Percentile Plot : Exploring percentile distribution of numeric data
While histograms are great to show distribution of numeric data, they are not the best for comparison of different data groups. To make the distribution of data easier to compare across groups, Keshif features a unique percentile plot design, which is a variation of box-whisker plots.
Keshif's percentile plot reveals the median (50-percentile) and other percentile ranges in your dataset. Keshif creates a box for every percentile range, (10-20), (20-30), (30-40), ... (80-90). These boxes allow you to see the distribution of your data and its skew towards lower and upper values. Each percentile bin will include roughly the same number of records (one-tenth of the data).
- Percentile plots show distribution of data effectively and across multiple data groups.
- Percentile plots reveal the median and other percentile characteristics of data.
- Percentile plots can present information in a compact space,
- But, they cannot show frequency across binned ranges like histograms.
Let us consider the example below, and observe detailed sales price trends across different categories.
To show or hide percentile plot, click chart configuration icon, and then click the percentile chart option.

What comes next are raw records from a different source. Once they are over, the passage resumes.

function disturbanceBox() {
  const div = document.createElement('div');
  div.className = 'disturbance';
  div.innerHTML = `<div class="head"></div>
    <dl>${DISTURBANCE_PAIRS.map(() => '<div class="pair"><dt></dt><dd></dd></div>').join('')}</dl>
    <details><summary>each unit's share</summary>
      <table class="grid"><thead><tr><th>unit</th><th>droop share MW</th><th>at +10 s</th><th>at +30 s</th></tr></thead><tbody></tbody></table>
    </details>`;
  return div;
}

// Updated in place on every message: the box (and whether its unit shares are open) stays.
function renderDisturbance(d) {
  const key = d.index ?? `${d.at_s}|${d.cause}`;
  let entry = app.disturbances.get(key);
  if (!entry) {
    entry = { el: disturbanceBox() };
    app.disturbances.set(key, entry);
  }
  entry.d = d;
  const { el } = entry;
  const head = el.querySelector('.head');
  head.textContent = `t = ${fmt(d.at_s, 2)} s: ${d.cause} `;
  if (d.open) head.append(Object.assign(document.createElement('span'), { className: 'open', textContent: '(still being measured)' }));
  el.querySelectorAll('.pair').forEach((pair, i) => {
    pair.children[0].textContent = DISTURBANCE_PAIRS[i][0](d);
    pair.children[1].textContent = DISTURBANCE_PAIRS[i][1](d);
  });
  el.querySelector('tbody').replaceChildren(...d.units.map((u) => {
    const tr = document.createElement('tr');
    for (const v of [u.unit, fmt(u.predicted_mw), fmt(u.response_10s_mw), fmt(u.response_30s_mw)])
      tr.append(Object.assign(document.createElement('td'), { textContent: v }));
    return tr;
  }));
  // Newest first; nodes are moved only when out of place.
  const box = $('disturbances');
  box.querySelector('.empty')?.remove();
  [...app.disturbances.values()].sort((a, b) => b.d.at_s - a.d.at_s).forEach((x, i) => {
    if (box.children[i] !== x.el) box.insertBefore(x.el, box.children[i] ?? null);
  });
}

// A new run (a reset or another scenario): an empty disturbance panel and event log.
function clearRun() {
  app.disturbances.clear();
  app.logged.clear();
  $('disturbances').replaceChildren(Object.assign(document.createElement('p'), { className: 'empty', textContent: 'none yet' }));
  $('event-log').replaceChildren();
}

const startsRun = (e) => e.type === 'event' && (e.kind === 'reset' || e.kind === 'scenario');

// ------------------------------------------------------------------ connection

function setLink(state, text) {
  $('link-dot').className = `dot ${state}`;
  $('link-text').textContent = text;
}
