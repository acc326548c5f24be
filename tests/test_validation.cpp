// Model validation: playback of a frequency into units, fitting their parameters, injection tests.
#include <algorithm>
#include <cmath>
#include <random>
#include <string>
#include <vector>

#include "droopline/fit.hpp"
#include "droopline/inject.hpp"
#include "droopline/playback.hpp"
#include "support.hpp"

using namespace droopline;
using namespace droopline::study;

namespace {

// A recording made by droopline itself: a full grid run of `def`, sampled every step, with the
// frequency of `area` and the outputs of `units`.
Recording record_grid_run(const SystemDef& def, const std::string& area, const std::vector<std::string>& units,
                          double until_s) {
  auto engine = test::make(def);
  Recording rec;
  for (const std::string& u : units) rec.power_mw.push_back({u, {}});
  auto sample = [&] {
    rec.t_s.push_back(engine->time_s());
    rec.frequency_hz.push_back(test::freq(*engine, area.c_str()));
    for (std::size_t i = 0; i < units.size(); ++i)
      rec.power_mw[i].second.push_back(test::power(*engine, units[i].c_str()));
  };
  sample();
  while (engine->time_s() < until_s - 1e-9) {
    engine->step();
    sample();
  }
  return rec;
}

}  // namespace

TEST_CASE("a grid run's own recording played back reproduces each unit's output within 1e-6 MW") {
  SystemDef def = test::load("scenarios/demo_three_areas.json");
  for (AreaDef& a : def.areas) a.agc.enabled = false;         // secondary control moves setpoints: not played back
  const std::vector<std::string> units = {"O1", "O2", "O3"};  // reheat, gas and battery in the stepped area
  PlaybackSpec spec;
  spec.def = def;
  spec.units = units;
  spec.recording = record_grid_run(def, "oskany", units, 60.0);
  std::string error;
  const auto r = run_playback(spec, error);
  INFO(error);
  REQUIRE(r);
  REQUIRE(r->units.size() == 3);
  // The reheat unit within 1e-6 MW: the same kernel sees the same frequency. The others read the
  // frequency's bends harder (gas: the governor's short lag; battery: synthetic inertia reads its
  // slope), where the interpolation between two steps of the recording shows a little more.
  for (const UnitFit& u : r->units)
    INFO(u.unit << " largest error " << u.max_error_mw << " MW at " << u.max_error_at_s << " s");
  CHECK(r->units[0].max_error_mw < 1e-6);
  CHECK(r->units[1].max_error_mw < 1e-5);
  CHECK(r->units[2].max_error_mw < 1e-4);
  // The load step at 10 s is the one excursion; the responses compared are the recording's own.
  REQUIRE(r->units[0].excursions.size() == 1);
  CHECK(r->units[0].excursions[0].at_s > 10.0);
  CHECK(std::abs(*r->units[0].excursions[0].measured_10s_mw - *r->units[0].excursions[0].simulated_10s_mw) < 1e-6);
}
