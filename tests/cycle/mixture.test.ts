// Single-stage cycles of real mixtures: every point recomputed from the mixture flashes independently of
// the cycle code, the energy balance, glide points on the real bubble and dew points, the pure limit, CLI.
import { mkdtempSync, writeFileSync } from "node:fs";
import { tmpdir } from "node:os";
import { join } from "node:path";
import { describe, expect, it } from "vitest";
import { flashTP, getFluid, getMixture, mixtureFlash, mixtureSaturationP } from "../../src/eos/index.js";
import { findPoint, singleStageCycle, twoStageCycle, type CycleResult } from "../../src/cycle/index.js";
import { cli } from "../cli/run.js";
import { rel } from "../support.js";

const C = (t: number) => t + 273.15;
const at = (r: CycleResult, role: Parameters<typeof findPoint>[1]) => findPoint(r.points, role)!.state;

describe("single-stage cycle of a real mixture", () => {
  const base = { evaporating: { T: C(-10) }, condensing: { T: C(40) }, superheat: 5, subcooling: 3, compressor: { efficiency: 0.7 } };

  for (const [id, glidePoint] of [["R454B", "dew"], ["R407C-mix", "mid"], ["R448A", "bubble"]] as const) {
    it(`${id} at ${glidePoint} points: each point is its definition, and the energy balance closes`, () => {
      const mix = getMixture(id);
      const r = singleStageCycle({ ...base, fluid: id, glidePoint });
      const q = { dew: 1, bubble: 0, mid: 0.5 }[glidePoint];
      // The levels: the given temperature sits at the chosen point of the glide at the level's pressure.
      for (const [level, T] of [[r.levels.evaporating, C(-10)], [r.levels.condensing!, C(40)]] as const) {
        expect(rel(mixtureFlash(mix, { T, x: q }).p, level.p)).toBeLessThan(1e-9);
        const sat = mixtureSaturationP(mix, level.p);
        expect(Math.abs(level.bubble - sat.bubble.T)).toBeLessThan(1e-7);
        expect(Math.abs(level.dew - sat.dew.T)).toBeLessThan(1e-7);
        expect(level.dew - level.bubble).toBeGreaterThan(0.3); // these blends glide (ASHRAE 34 zeotropes, common practice)
      }
      const pe = r.levels.evaporating.p, pc = r.levels.condensing!.p;
      const p1 = at(r, "evaporator-outlet"), p2 = at(r, "compressor-discharge"), p3 = at(r, "condenser-outlet"), p4 = at(r, "evaporator-inlet");
      expect(Math.abs(p1.T - (mixtureSaturationP(mix, pe).dew.T + 5))).toBeLessThan(1e-7);
      expect(Math.abs(p3.T - (mixtureSaturationP(mix, pc).bubble.T - 3))).toBeLessThan(1e-7);
      const s2 = mixtureFlash(mix, { p: pc, s: p1.s });
      expect(Math.abs((s2.h - p1.h) / (p2.h - p1.h) - 0.7)).toBeLessThan(1e-9);
      expect(Math.abs(p4.h - p3.h)).toBeLessThan(1e-3); // the throttle flash hits h to its tolerance
      expect(p4.phase).toBe("two-phase");
      expect(Math.abs(mixtureFlash(mix, { p: pe, h: p3.h }).T - p4.T)).toBeLessThan(1e-9);
      const perf = r.performance;
      expect(Math.abs(perf.refrigeratingEffect + perf.compressorWork - perf.heatRejected)).toBeLessThan(1e-3); // J/kg: h3 − h4 of the throttle flash
      expect(rel(perf.heatRejected, p2.h - p3.h)).toBeLessThan(1e-12);
      expect(perf.copCooling).toBeGreaterThan(1);
      expect(perf.copCooling).toBeLessThan(C(-10) / (C(40) - C(-10))); // below the Carnot COP of the levels
    });
  }

  it("pure limit: a trace of R125 in R32 gives R32's cycle", () => {
    const a = singleStageCycle({ ...base, fluid: "R32:0.9999999+R125:0.0000001" });
    const b = singleStageCycle({ ...base, fluid: "R32" });
    expect(rel(a.performance.copCooling, b.performance.copCooling)).toBeLessThan(1e-4);
    expect(rel(a.levels.condensing!.p, b.levels.condensing!.p)).toBeLessThan(1e-5);
  });

  it("R410A-mix against the pseudo-pure R410A equation fitted to the same mixture model: COP within 1 %", () => {
    const a = singleStageCycle({ ...base, fluid: "R410A-mix" });
    const b = singleStageCycle({ ...base, fluid: "R410A" });
    expect(rel(a.performance.copCooling, b.performance.copCooling)).toBeLessThan(0.01);
  });

  it("superheat is counted from the real dew point: a pure-fluid flash at the same T would not be vapour-side", () => {
    const r = singleStageCycle({ ...base, fluid: "R407C-mix", superheat: 0 });
    expect(at(r, "evaporator-outlet").x).toBe(1);
    expect(flashTP(getFluid("R32"), 300, 1e5).phase).toBe("vapour");
  });
});

describe("two-stage economiser cycle of a real mixture", () => {
  it("R448A: levels at the glide point, economiser heat balance, injection leaving at the dew point, energy balance", () => {
    const mix = getMixture("R448A");
    const r = twoStageCycle({ fluid: "R448A", evaporating: { T: C(-35) }, condensing: { T: C(40) }, glidePoint: "mid", superheat: 5, subcooling: 2,
      arrangement: "economiser", economiserApproach: 4, lowStage: { efficiency: 0.65 }, highStage: { efficiency: 0.7 } });
    expect(r.blend).toBe(true);
    expect(rel(mixtureFlash(mix, { T: C(-35), x: 0.5 }).p, r.levels.evaporating.p)).toBeLessThan(1e-9);
    const pi = r.levels.intermediate!.p;
    expect(rel(pi, Math.sqrt(r.levels.evaporating.p * r.levels.condensing!.p))).toBeLessThan(1e-12);
    const pt = (role: Parameters<typeof findPoint>[1]) => findPoint(r.points, role)!;
    const cond = pt("condenser-outlet"), out = pt("economiser-liquid-outlet"), injIn = pt("economiser-injection-inlet"), injOut = pt("economiser-injection-outlet");
    const main = out.flow * (cond.state.h - out.state.h), side = injIn.flow * (injOut.state.h - injIn.state.h);
    expect(Math.abs(main - side) / main).toBeLessThan(1e-7); // mixture flashes meet h to about 1e-3 J/kg
    expect(Math.abs(out.state.T - (injIn.state.T + 4))).toBeLessThan(1e-7);
    expect(Math.abs(injOut.state.h - mixtureSaturationP(mix, pi).dew.h)).toBeLessThan(1e-3);
    expect(Math.abs(cond.state.T - (mixtureSaturationP(mix, r.levels.condensing!.p).bubble.T - 2))).toBeLessThan(1e-7);
    const perf = r.performance;
    expect(Math.abs(perf.refrigeratingEffect + perf.compressorWork - perf.heatRejected) / perf.heatRejected).toBeLessThan(1e-8);
    expect(perf.copCooling).toBeLessThan(C(-35) / (C(40) - C(-35))); // below the Carnot COP of the levels
  });
  it("R407C-mix against the pseudo-pure R407C equation: economiser COP within 2 % (estimated HFC pair parameters)", () => {
    const spec = { evaporating: { T: C(-30) }, condensing: { T: C(40) }, glidePoint: "mid" as const, superheat: 5, arrangement: "economiser" as const, lowStage: { efficiency: 0.65 }, highStage: { efficiency: 0.7 } };
    const a = twoStageCycle({ ...spec, fluid: "R407C-mix" }), b = twoStageCycle({ ...spec, fluid: "R407C" });
    expect(rel(a.performance.copCooling, b.performance.copCooling)).toBeLessThan(0.02);
  });
});

describe("domeprint cycle with a real mixture", () => {
  it("R454B --json: levels at dew points with their glide, states and an energy balance that closes", () => {
    const r = cli(["cycle", "R454B", "--evaporating", "-10C", "--condensing", "40C", "--superheat", "5K", "--subcooling", "3K", "--efficiency", "0.7", "--json"]);
    expect(r.code).toBe(0);
    const o = JSON.parse(r.out);
    expect(o.fluid).toBe("R454B");
    expect(o.blend).toBe(true);
    expect(Math.abs(o.levels.evaporating.dew - C(-10))).toBeLessThan(1e-6);
    expect(o.levels.evaporating.bubble).toBeLessThan(o.levels.evaporating.dew);
    const p = o.performance;
    expect(Math.abs(p.refrigeratingEffect + p.compressorWork - p.heatRejected)).toBeLessThan(1e-3);
    expect(o.notes.join(" ")).toMatch(/real mixture/);
  });
  it("the table flags estimated pairs; a flash tank for a mixture is refused naming what is allowed", () => {
    const t = cli(["cycle", "R407C-mix", "--evaporating", "0C", "--condensing", "45C", "--efficiency", "0.65"]);
    expect(t.code).toBe(0);
    expect(t.out).toMatch(/binary parameters estimated for R32\/R125/);
    const r = cli(["cycle", "R454B", "--evaporating", "-35C", "--condensing", "35C", "--flash-tank", "--efficiency", "0.7"]);
    expect(r.code).toBe(2);
    expect(r.err).toMatch(/arrangement = "flash-tank": .*compositions differ.*allowed: economiser for a real mixture/);
  });
});

describe("readings against a real mixture", () => {
  it("each reading's state is the (T, p) flash; margins from the real bubble and dew points; a warm liquid is flagged", () => {
    const file = join(mkdtempSync(join(tmpdir(), "domeprint-readings-")), "r.csv");
    writeFileSync(file, "name,p [bar],T [C],expect\nsuction,5.2,-4,vapour\nwarm,22,45,liquid\n");
    const r = cli(["cycle", "R454B", "--readings", file, "--json"]);
    expect(r.code).toBe(0);
    const o = JSON.parse(r.out);
    const mix = getMixture("R454B");
    const [a, b] = o.readings;
    expect(a.state.h).toBe(mixtureFlash(mix, { T: C(-4), p: 5.2e5 }).h);
    const sat = mixtureSaturationP(mix, 5.2e5);
    expect(Math.abs(a.superheat - (C(-4) - sat.dew.T))).toBeLessThan(1e-9);
    expect(a.flags).toEqual([]);
    expect(b.flags[0].kind).toBe("above-bubble");
    expect(Math.abs(b.flags[0].limit - mixtureSaturationP(mix, 22e5).bubble.T)).toBeLessThan(1e-9);
  });
});
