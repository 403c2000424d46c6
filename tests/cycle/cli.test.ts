// The cycle command end to end: the built CLI's states agree with `domeprint props` at the same inputs,
// bad input exits 2 naming the value and what is allowed, and every result carries the caution line.
import { spawnSync } from "node:child_process";
import { readdirSync, statSync } from "node:fs";
import { fileURLToPath } from "node:url";
import { beforeAll, describe, expect, it } from "vitest";
import { cli } from "../cli/run.js";

const root = fileURLToPath(new URL("../../", import.meta.url));
const fixture = (name: string) => fileURLToPath(new URL(`../fixtures/${name}`, import.meta.url));

/** Newest modification time of the sources this file exercises. */
function newestSource(): number {
  const dirs = ["src/cycle", "src/cli", "src/eos", "src/units"];
  return Math.max(...dirs.flatMap((d) => readdirSync(root + d).filter((f) => f.endsWith(".ts")).map((f) => statSync(`${root}${d}/${f}`).mtimeMs)));
}

beforeAll(() => {
  // Build when the compiled CLI is older than its sources (`npm test` builds first; a lone vitest run may not).
  let built = 0;
  try {
    built = statSync(root + "dist/cli/cycle.js").mtimeMs;
  } catch { /* not built yet */ }
  if (built < newestSource()) spawnSync(process.execPath, [root + "node_modules/typescript/bin/tsc", "-p", root + "tsconfig.json"], { stdio: "ignore" });
});

interface JsonState { T: number; p: number; h: number; s: number; rho: number; phase: string; x: number | null }
interface JsonPoint { point: string; roles: string[]; state: JsonState }

describe("states agree with `domeprint props` at the same inputs", () => {
  for (const [fluid, args] of [
    ["R134a", ["--evaporating", "-10C", "--condensing", "40C", "--superheat", "5K", "--subcooling", "3K", "--efficiency", "0.7", "--reference", "iir"]],
    ["R407C", ["--evaporating", "0C", "--condensing", "45C", "--glide-point", "mid", "--superheat", "5K", "--ihx", "0.5", "--efficiency", "0.65"]],
  ] as const) {
    it(`${fluid}: every point, flashed by props (one batch) from its (p, h)`, () => {
      const res = cli(["cycle", fluid, ...args, "--json"]);
      expect(res.code, res.err).toBe(0);
      const out = JSON.parse(res.out) as { reference: string; points: JsonPoint[]; auxiliary: JsonPoint[] };
      const points = [...out.points, ...out.auxiliary];
      const input = points.map((pt) => JSON.stringify({ p: pt.state.p, h: pt.state.h })).join("\n") + "\n";
      const pr = cli(["props", fluid, "--batch", "--reference", out.reference], { input });
      expect(pr.code, pr.err).toBe(0);
      const states = pr.out.trim().split("\n").map((l) => JSON.parse(l) as JsonState);
      expect(states).toHaveLength(points.length);
      points.forEach((pt, i) => {
        const st = states[i]!;
        expect(Math.abs(st.T / pt.state.T - 1)).toBeLessThan(1e-9);
        expect(Math.abs(st.s - pt.state.s)).toBeLessThan(1e-9 * Math.max(Math.abs(pt.state.s), 1e3));
        expect(Math.abs(st.rho / pt.state.rho - 1)).toBeLessThan(1e-8);
        expect(st.phase).toBe(pt.state.phase);
      });
    });
  }
  it("the evaporator outlet is props' state at (T_dew + superheat, p)", () => {
    const out = JSON.parse(cli(["cycle", "R134a", "--evaporating", "-10C", "--condensing", "40C", "--superheat", "5K", "--efficiency", "0.7", "--json"]).out) as { points: JsonPoint[] };
    const sat = JSON.parse(cli(["props", "R134a", "T=-10C", "x=1", "--json"]).out) as JsonState;
    const st = JSON.parse(cli(["props", "R134a", `T=${sat.T + 5}K`, `p=${sat.p}Pa`, "--json"]).out) as JsonState;
    const p1 = out.points[0]!;
    expect(p1.roles).toEqual(["evaporator-outlet", "compressor-suction"]);
    expect(Math.abs(p1.state.h - st.h)).toBeLessThan(1e-6);
  });
});

describe("bad input exits 2 with the value and what is allowed", () => {
  const base = ["cycle", "R134a", "--efficiency", "0.7"];
  const bad = (args: string[], re: RegExp) => {
    const r = cli(args);
    expect(r.code).toBe(2);
    expect(r.out).toBe("");
    expect(r.err).toMatch(re);
    expect(r.err).toMatch(/allowed: /);
  };
  it("evaporating above condensing", () => bad([...base, "--evaporating", "45C", "--condensing", "40C"], /evaporating = 45 °C \(318\.15 K\): its pressure .* is not below the condensing pressure/));
  it("negative superheat", () => bad([...base, "--evaporating", "-10C", "--condensing", "40C", "--superheat", "-5K"], /superheat = -5 K: negative; allowed: 0 K or more/));
  it("negative subcooling", () => bad([...base, "--evaporating", "-10C", "--condensing", "40C", "--subcooling", "-1K"], /subcooling = -1 K: negative/));
  it("a subcritical cycle above the critical point", () => bad(["cycle", "R744", "--efficiency", "0.7", "--evaporating", "-5C", "--condensing", "35C"], /condensing = 35 °C \(308\.15 K\): at or above the critical temperature of co2.*allowed: below 30\.9\d* °C/));
  it("a condensing pressure above the critical pressure", () => bad([...base, "--evaporating", "-10C", "--condensing", "45bar"], /condensing = 45 bar \(4500000 Pa\): at or above the critical pressure of R134a/));
  for (const eta of ["1.2", "0", "-0.5"]) {
    it(`efficiency ${eta}`, () => bad(["cycle", "R134a", "--evaporating", "-10C", "--condensing", "40C", "--efficiency", eta], new RegExp(`efficiency = ${eta}: outside \\(0, 1\\]; allowed: a number above 0 and at most 1`)));
  }
  it("a discharge temperature below the isentropic one", () => bad(["cycle", "R134a", "--evaporating", "-10C", "--condensing", "40C", "--discharge-temperature", "45C"], /discharge-temperature = 45 °C .*not above the isentropic discharge temperature/));
  it("a readings file without units", () => bad(["cycle", "R134a", "--readings", fixture("readings-no-units.csv")], /readings-no-units\.csv line 2: column "p" has no unit; allowed: p \[unit\] with unit one of/));
  it("no compressor description", () => bad(["cycle", "R134a", "--evaporating", "-10C", "--condensing", "40C"], /--efficiency: missing; allowed: --efficiency ETA/));
  it("a level without a unit", () => bad([...base, "--evaporating", "-10", "--condensing", "40C"], /--evaporating = "-10": not a temperature or pressure with a unit/));
  it("an unknown glide point", () => bad([...base, "--evaporating", "-10C", "--condensing", "40C", "--glide-point", "middle"], /--glide-point = "middle": not one of the choices; allowed: dew, bubble, mid/));
  it("cycle options with a readings file", () => bad(["cycle", "R134a", "--readings", fixture("readings-gauge.csv"), "--superheat", "5K"], /--superheat = "5K": not used with --readings/));
  it("a transcritical high side below the critical pressure", () => bad(["cycle", "R744", "--efficiency", "0.7", "--evaporating", "-5C", "--gas-cooler-outlet", "35C", "--high-pressure", "60bar"], /high-pressure = 60 bar .*not above the critical pressure 73\.77\d* bar/));
});

describe("output", () => {
  it("the table states the glide point, the assumptions and the caution", () => {
    const r = cli(["cycle", "R407C", "--evaporating", "0C", "--condensing", "45C", "--efficiency", "0.65", "--capacity", "10kW"]);
    expect(r.code, r.err).toBe(0);
    expect(r.out).toMatch(/evaporating +0\.0 °C at the dew point, at /);
    expect(r.out).toMatch(/pseudo-pure blend/);
    expect(r.out).toMatch(/suction volume flow +[\d.]+ m³\/h/);
    expect(r.out.trimEnd().split("\n").at(-1)).toMatch(/^Caution: .*documentation.*Local codes and licensed practice prevail\.$/);
  });
  it("JSON carries SI states with point numbers, performance and the caution", () => {
    const r = cli(["cycle", "ammonia", "--evaporating", "-35C", "--condensing", "35C", "--economiser", "--efficiency", "0.7,0.75", "--capacity", "50kW", "--json"]);
    expect(r.code, r.err).toBe(0);
    const j = JSON.parse(r.out) as { model: string; points: JsonPoint[]; stages: { efficiency: number }[]; performance: Record<string, unknown>; caution: string };
    expect(j.model).toBe("two-stage-economiser");
    expect(j.points.map((p) => p.point)).toEqual(j.points.map((_, i) => String(i + 1)));
    expect(j.stages.map((s) => s.efficiency)).toEqual([0.7, 0.75]);
    for (const k of ["refrigeratingEffect", "compressorWork", "heatRejected", "copCooling", "copHeating", "pressureRatio", "dischargeTemperature", "volumetricCapacity", "capacity"]) expect(j.performance).toHaveProperty(k);
    expect(j.caution).toMatch(/^Caution: /);
  });
  it("transcritical search from the command line reports the optimum", () => {
    const r = cli(["cycle", "R744", "--evaporating", "-5C", "--gas-cooler-outlet", "35C", "--optimise-high-pressure", "--efficiency", "0.7", "--json"]);
    expect(r.code, r.err).toBe(0);
    const j = JSON.parse(r.out) as { optimum: { pressure: number; atBound: boolean }; highSide: { pressure: number } };
    expect(j.optimum.atBound).toBe(false);
    expect(j.highSide.pressure).toBe(j.optimum.pressure);
  });
  it("readings: a table with flags, or JSON with SI states", () => {
    const t = cli(["cycle", "R744", "--readings", fixture("readings-implausible.csv")]);
    expect(t.code, t.err).toBe(0);
    expect(t.out).toMatch(/4 of 5 readings flagged/);
    expect(t.out).toMatch(/suction wet: colder than the dew point/);
    expect(t.out).toMatch(/Caution: /);
    const j = JSON.parse(cli(["cycle", "R134a", "--readings", fixture("readings-gauge.csv"), "--json"]).out) as { atmosphere: number; readings: { state: JsonState; flags: unknown[] }[] };
    expect(j.readings).toHaveLength(4);
    expect(j.readings.every((x) => x.flags.length === 0)).toBe(true);
    expect(j.atmosphere).toBeGreaterThan(84000);
  });
  it("--help shows the models, the readings format and examples", () => {
    const r = cli(["cycle", "--help"]);
    expect(r.code).toBe(0);
    expect(r.out).toMatch(/Readings files/);
    expect(r.out).toMatch(/Examples:\n  domeprint cycle R134a --evaporating -10C --condensing 40C/);
  });
});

Highlighted and compared record groups get their own percentile row in the plot, allowing direct comparison across groups and the complete dataset.
You can easily view median (50-percentile) and the percentile ranges by mouse-over. You can even directly filter the numeric data by clicking on a percentile range.
Let's focus on a few specific observations:
The four rows in the percentile plot below the sales histogram are: 1) Total distribution, 2) Technology group (orange), 3) Furniture group (purple), and 4) Office supplies group (dark green)
Note that Office supplies are significantly cheaper than the furniture and technology sales, while office supplies and technology sales are similar in overall distribution. This information is harder to observe just using the histogram chart.
The median of all the sales price values is $55, that is, half of the products sold were cheaper than $55, and the other half was more expensive.
Similarly, we can observe 20% of the sales were less than $14, and 30% were less than $21. The number of sales in each percentile range is about 100 (9,994/10).
The percentile plot is not linked to aggregation metric or view settings. For example, if you compute the average quantity for orders in different sales price ranges, the distribution of the percentiles will continue to be based on the count and order of records.